Work request: Once every line containing "import" has been counted, report the total for the data and nothing else.

Data supplied:

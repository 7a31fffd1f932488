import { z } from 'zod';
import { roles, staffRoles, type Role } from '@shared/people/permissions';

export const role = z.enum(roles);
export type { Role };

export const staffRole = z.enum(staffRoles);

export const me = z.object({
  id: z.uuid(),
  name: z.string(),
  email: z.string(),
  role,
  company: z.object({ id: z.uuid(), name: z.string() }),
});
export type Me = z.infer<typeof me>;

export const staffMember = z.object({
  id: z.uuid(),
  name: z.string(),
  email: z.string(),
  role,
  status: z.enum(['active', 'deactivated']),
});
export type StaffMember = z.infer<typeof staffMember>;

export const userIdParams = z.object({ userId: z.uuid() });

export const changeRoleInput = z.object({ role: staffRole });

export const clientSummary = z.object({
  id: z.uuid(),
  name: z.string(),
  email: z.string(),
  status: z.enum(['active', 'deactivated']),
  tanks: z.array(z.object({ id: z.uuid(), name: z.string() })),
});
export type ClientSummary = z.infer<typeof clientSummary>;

* * *

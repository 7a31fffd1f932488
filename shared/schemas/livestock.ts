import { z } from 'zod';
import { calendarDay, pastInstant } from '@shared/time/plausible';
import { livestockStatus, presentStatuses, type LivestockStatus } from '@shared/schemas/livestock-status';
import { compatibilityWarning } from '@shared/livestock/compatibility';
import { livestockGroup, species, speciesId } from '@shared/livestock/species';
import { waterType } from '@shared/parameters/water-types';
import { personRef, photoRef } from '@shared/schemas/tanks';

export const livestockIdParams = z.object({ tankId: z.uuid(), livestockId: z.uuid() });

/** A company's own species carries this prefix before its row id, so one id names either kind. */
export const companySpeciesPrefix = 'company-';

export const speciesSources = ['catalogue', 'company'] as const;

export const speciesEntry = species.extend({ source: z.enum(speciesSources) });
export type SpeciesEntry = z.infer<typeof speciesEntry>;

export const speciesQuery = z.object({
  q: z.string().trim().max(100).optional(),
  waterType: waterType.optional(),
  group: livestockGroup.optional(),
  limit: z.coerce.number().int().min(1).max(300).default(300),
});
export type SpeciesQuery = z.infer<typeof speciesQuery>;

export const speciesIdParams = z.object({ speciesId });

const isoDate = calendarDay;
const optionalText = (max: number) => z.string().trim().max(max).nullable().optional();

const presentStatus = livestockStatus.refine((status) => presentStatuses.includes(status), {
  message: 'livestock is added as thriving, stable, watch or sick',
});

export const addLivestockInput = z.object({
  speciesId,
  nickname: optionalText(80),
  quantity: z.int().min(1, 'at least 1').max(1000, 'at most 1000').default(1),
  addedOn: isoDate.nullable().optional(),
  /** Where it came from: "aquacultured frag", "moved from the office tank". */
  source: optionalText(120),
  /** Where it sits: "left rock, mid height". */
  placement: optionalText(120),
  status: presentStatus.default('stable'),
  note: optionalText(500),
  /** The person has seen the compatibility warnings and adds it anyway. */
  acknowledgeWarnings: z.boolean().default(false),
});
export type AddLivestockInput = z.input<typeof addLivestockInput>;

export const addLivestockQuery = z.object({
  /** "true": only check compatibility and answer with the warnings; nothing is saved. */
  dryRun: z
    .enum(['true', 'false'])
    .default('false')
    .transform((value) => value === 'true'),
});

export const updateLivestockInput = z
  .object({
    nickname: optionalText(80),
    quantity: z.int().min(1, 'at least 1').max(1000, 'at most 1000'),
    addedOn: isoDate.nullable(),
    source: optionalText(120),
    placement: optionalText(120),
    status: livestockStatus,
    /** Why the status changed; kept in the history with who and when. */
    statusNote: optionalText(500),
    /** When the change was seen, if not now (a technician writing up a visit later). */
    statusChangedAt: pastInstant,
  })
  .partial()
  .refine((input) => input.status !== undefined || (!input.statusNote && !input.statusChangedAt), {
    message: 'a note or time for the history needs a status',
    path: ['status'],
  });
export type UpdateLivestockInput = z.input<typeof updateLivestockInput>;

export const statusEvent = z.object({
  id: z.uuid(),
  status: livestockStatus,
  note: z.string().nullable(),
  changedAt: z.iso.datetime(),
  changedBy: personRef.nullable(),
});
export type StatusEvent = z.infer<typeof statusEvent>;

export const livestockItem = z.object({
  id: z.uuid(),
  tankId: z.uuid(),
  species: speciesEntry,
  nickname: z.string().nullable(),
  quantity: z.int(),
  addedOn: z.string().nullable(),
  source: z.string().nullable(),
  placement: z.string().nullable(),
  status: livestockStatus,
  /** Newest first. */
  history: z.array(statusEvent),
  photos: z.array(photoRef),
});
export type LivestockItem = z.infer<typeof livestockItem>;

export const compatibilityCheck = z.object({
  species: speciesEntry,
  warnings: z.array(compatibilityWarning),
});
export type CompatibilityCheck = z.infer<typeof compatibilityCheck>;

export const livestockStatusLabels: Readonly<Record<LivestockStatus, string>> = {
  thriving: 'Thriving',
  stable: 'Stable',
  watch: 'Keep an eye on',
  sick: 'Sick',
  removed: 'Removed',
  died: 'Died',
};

Exercise solution: 9